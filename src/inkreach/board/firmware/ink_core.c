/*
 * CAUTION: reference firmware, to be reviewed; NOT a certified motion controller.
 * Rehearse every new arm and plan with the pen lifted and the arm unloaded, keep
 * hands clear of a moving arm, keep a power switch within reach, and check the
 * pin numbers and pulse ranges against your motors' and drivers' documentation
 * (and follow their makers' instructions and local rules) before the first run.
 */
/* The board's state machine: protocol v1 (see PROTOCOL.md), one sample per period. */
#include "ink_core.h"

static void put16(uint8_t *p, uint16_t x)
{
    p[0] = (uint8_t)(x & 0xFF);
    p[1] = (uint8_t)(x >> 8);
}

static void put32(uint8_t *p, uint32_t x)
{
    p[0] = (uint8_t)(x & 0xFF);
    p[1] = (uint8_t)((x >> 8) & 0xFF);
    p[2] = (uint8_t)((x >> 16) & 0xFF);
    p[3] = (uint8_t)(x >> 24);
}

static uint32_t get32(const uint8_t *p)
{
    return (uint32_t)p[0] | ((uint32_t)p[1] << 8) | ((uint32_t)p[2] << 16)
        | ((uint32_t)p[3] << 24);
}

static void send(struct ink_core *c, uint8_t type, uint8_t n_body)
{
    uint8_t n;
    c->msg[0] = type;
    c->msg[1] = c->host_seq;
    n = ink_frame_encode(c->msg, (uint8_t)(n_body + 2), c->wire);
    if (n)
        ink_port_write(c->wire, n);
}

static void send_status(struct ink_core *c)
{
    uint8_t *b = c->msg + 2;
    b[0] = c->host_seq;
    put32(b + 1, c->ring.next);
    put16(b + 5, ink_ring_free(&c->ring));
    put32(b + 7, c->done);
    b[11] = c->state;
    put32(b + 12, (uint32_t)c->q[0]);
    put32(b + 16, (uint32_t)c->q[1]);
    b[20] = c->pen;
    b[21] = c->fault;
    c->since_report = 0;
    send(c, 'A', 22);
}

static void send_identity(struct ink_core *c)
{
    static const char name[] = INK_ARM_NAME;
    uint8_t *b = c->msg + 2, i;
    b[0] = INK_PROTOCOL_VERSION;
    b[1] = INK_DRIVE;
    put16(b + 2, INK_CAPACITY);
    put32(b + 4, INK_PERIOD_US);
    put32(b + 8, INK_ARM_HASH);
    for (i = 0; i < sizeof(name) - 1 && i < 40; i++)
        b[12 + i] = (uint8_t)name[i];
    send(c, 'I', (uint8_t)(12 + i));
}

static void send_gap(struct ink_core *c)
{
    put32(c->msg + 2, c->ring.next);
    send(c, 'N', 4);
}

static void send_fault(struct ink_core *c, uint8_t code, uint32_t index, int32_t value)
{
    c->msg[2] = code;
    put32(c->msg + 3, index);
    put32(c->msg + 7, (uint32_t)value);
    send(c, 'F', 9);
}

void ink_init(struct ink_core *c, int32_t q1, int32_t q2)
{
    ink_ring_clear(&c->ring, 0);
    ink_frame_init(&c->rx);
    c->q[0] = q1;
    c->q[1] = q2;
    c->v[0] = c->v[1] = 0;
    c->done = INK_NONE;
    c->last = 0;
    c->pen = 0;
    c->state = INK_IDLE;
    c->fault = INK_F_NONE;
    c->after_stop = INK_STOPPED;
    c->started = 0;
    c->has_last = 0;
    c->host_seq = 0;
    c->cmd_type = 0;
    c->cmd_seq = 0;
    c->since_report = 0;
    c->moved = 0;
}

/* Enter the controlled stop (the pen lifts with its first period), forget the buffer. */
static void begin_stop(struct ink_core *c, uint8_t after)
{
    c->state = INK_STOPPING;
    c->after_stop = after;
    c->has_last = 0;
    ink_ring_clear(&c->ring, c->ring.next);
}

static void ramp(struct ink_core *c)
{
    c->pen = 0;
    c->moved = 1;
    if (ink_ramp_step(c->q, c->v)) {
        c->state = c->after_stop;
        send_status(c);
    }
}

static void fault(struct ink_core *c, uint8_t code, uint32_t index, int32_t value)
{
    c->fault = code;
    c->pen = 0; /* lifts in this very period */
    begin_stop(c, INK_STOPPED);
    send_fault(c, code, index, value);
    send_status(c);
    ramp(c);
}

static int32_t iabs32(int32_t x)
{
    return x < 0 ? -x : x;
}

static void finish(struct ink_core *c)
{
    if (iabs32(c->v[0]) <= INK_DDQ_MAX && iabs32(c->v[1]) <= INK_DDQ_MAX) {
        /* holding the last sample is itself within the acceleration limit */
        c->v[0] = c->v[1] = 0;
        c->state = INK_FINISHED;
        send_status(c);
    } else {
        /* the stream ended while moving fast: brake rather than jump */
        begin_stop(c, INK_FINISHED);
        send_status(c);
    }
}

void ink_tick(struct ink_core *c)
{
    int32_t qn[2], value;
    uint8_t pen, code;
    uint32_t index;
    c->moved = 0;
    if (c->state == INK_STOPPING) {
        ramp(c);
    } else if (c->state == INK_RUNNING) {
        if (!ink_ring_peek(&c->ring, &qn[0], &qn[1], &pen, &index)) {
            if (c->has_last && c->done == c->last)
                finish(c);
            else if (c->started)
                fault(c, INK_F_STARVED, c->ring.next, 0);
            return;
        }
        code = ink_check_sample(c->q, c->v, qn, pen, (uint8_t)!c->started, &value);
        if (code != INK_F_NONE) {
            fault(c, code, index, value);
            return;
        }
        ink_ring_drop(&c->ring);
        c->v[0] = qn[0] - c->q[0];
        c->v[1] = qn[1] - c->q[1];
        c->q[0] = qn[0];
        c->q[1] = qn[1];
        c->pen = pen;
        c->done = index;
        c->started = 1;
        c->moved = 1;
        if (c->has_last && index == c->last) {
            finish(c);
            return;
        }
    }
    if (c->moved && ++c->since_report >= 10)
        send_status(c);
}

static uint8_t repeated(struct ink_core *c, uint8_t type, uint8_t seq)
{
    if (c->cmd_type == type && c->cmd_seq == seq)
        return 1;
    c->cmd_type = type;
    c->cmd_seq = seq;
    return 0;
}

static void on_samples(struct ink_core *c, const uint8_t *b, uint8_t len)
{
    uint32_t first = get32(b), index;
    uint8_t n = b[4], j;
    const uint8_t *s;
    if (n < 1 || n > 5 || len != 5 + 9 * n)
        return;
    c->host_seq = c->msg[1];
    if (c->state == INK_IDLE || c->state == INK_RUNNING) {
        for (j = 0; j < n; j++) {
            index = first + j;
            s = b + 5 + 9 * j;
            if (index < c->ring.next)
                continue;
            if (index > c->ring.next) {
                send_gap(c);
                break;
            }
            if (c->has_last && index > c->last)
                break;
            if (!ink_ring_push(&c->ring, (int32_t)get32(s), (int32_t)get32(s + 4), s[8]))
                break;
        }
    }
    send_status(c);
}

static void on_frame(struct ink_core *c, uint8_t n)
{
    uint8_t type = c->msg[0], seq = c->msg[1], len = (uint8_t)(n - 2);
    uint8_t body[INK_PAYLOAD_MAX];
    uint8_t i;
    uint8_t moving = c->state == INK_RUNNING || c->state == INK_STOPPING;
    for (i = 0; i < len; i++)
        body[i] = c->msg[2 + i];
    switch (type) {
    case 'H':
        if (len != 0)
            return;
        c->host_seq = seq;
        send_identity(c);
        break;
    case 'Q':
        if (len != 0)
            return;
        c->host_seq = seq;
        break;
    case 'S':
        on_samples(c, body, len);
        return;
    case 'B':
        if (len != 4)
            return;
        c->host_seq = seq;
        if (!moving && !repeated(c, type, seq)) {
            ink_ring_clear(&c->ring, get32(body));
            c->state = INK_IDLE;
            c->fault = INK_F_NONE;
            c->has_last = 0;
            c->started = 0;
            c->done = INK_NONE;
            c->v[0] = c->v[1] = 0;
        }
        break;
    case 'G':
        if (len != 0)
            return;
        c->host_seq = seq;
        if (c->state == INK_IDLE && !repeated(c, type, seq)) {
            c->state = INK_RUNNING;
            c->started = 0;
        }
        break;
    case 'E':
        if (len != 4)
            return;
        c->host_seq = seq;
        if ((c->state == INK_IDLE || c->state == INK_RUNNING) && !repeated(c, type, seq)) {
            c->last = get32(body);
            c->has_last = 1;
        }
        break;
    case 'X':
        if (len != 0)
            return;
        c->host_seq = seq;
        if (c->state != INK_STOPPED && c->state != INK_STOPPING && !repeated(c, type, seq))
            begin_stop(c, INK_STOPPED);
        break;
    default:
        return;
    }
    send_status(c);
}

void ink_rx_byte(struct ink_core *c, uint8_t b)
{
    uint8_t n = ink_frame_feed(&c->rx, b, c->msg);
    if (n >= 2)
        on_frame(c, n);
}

+---+

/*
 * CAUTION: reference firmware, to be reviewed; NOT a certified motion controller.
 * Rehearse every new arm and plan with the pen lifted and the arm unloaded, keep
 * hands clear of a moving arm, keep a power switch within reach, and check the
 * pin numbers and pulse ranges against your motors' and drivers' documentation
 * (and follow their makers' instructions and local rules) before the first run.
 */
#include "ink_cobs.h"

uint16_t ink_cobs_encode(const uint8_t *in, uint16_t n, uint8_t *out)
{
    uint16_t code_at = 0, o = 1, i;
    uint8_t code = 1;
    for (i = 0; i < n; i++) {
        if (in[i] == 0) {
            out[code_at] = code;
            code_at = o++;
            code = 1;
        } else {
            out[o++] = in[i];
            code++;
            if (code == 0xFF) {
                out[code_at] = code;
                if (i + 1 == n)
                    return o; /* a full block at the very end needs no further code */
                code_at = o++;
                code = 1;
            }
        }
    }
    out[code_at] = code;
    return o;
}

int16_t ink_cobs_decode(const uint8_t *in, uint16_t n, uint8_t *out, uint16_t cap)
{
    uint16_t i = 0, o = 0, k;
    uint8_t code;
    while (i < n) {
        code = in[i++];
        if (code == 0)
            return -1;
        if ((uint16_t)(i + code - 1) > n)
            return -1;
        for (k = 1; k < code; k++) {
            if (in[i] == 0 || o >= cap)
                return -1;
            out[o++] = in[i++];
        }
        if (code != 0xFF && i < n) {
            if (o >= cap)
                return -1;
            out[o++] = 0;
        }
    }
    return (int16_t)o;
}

+---+

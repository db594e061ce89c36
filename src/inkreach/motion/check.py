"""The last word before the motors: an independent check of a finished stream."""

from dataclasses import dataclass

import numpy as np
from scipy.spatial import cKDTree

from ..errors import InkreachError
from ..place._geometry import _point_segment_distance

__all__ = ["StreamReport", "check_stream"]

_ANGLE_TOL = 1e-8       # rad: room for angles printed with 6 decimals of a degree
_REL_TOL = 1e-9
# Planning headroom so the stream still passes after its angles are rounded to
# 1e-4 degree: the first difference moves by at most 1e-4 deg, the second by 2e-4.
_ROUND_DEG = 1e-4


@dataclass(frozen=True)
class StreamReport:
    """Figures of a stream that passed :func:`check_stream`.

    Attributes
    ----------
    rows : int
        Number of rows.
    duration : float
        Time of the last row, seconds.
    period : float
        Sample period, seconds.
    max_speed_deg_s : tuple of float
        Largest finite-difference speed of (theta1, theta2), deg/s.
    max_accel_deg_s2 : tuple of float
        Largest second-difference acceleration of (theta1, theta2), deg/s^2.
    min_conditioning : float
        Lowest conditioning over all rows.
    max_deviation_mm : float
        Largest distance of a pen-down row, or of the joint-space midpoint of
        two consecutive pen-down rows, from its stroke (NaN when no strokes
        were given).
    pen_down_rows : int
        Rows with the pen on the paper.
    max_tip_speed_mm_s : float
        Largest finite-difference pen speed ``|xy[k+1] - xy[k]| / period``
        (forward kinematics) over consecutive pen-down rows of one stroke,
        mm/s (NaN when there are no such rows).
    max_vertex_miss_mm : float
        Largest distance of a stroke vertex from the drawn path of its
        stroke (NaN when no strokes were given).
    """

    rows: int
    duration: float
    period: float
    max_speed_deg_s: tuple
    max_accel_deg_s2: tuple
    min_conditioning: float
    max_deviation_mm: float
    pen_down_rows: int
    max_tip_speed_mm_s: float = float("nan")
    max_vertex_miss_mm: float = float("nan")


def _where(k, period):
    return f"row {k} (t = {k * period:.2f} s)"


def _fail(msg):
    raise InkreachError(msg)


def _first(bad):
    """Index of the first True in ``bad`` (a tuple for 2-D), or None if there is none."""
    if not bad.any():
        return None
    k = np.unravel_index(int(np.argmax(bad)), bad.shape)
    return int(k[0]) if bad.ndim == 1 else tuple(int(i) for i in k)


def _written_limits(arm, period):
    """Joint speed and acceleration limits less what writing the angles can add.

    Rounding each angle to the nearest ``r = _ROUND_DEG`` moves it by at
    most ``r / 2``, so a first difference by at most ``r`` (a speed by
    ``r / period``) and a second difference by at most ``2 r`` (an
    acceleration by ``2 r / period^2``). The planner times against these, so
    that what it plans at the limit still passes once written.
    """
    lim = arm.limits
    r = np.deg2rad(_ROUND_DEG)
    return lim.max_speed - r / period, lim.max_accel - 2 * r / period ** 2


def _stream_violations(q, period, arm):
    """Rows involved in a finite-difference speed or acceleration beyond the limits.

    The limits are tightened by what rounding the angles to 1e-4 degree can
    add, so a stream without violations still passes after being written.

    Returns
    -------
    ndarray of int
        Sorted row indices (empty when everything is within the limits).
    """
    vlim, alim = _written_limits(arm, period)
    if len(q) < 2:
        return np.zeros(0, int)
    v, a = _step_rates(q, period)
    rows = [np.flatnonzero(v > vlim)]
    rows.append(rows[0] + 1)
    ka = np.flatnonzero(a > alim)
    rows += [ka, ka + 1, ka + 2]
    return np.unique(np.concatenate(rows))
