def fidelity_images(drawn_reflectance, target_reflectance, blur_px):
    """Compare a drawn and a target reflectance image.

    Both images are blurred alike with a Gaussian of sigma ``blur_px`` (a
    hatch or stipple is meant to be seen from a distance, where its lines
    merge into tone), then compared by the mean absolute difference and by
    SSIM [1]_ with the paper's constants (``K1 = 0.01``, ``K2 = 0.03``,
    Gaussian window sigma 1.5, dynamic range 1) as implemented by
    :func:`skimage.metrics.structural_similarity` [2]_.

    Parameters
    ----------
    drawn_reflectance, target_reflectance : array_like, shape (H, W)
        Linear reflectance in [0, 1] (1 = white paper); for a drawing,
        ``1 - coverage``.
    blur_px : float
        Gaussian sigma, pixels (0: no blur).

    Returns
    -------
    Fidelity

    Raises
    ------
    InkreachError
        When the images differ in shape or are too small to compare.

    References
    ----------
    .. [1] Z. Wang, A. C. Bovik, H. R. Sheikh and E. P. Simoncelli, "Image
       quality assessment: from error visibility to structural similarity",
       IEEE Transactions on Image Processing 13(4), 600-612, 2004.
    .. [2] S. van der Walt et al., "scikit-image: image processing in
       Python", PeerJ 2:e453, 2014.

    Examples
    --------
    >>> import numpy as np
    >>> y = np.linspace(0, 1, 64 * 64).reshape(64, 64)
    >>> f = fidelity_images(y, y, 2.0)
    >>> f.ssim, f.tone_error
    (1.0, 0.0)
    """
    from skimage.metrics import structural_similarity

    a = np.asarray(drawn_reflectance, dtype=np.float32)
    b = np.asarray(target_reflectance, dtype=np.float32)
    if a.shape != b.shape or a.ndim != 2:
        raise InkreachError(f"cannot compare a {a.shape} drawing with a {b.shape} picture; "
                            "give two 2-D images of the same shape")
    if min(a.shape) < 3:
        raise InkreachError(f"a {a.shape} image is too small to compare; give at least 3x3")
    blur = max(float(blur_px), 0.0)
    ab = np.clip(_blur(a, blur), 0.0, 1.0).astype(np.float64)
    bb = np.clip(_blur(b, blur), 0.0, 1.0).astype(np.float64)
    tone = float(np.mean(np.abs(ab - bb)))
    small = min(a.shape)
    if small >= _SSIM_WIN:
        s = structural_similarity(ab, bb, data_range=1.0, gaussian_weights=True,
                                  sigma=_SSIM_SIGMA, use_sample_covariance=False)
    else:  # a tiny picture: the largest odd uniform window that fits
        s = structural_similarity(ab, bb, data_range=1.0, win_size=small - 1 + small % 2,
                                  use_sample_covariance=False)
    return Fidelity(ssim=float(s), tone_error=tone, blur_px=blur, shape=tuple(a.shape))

+---+

Give again, word for word, every line of the listing above from the one with "for (i = 0; i < len; i++)" to the one with "if (!moving &&", both inclusive, and nothing beyond them.

*WRITTEN RESPONSE:*
    for (i = 0; i < len; i++)
        body[i] = c->msg[2 + i];
    switch (type) {
    case 'H':
        if (len != 0)
            return;
        c->host_seq = seq;
        send_identity(c);
        break;
    case 'Q':
        if (len != 0)
            return;
        c->host_seq = seq;
        break;
    case 'S':
        on_samples(c, body, len);
        return;
    case 'B':
        if (len != 4)
            return;
        c->host_seq = seq;
        if (!moving && !repeated(c, type, seq)) {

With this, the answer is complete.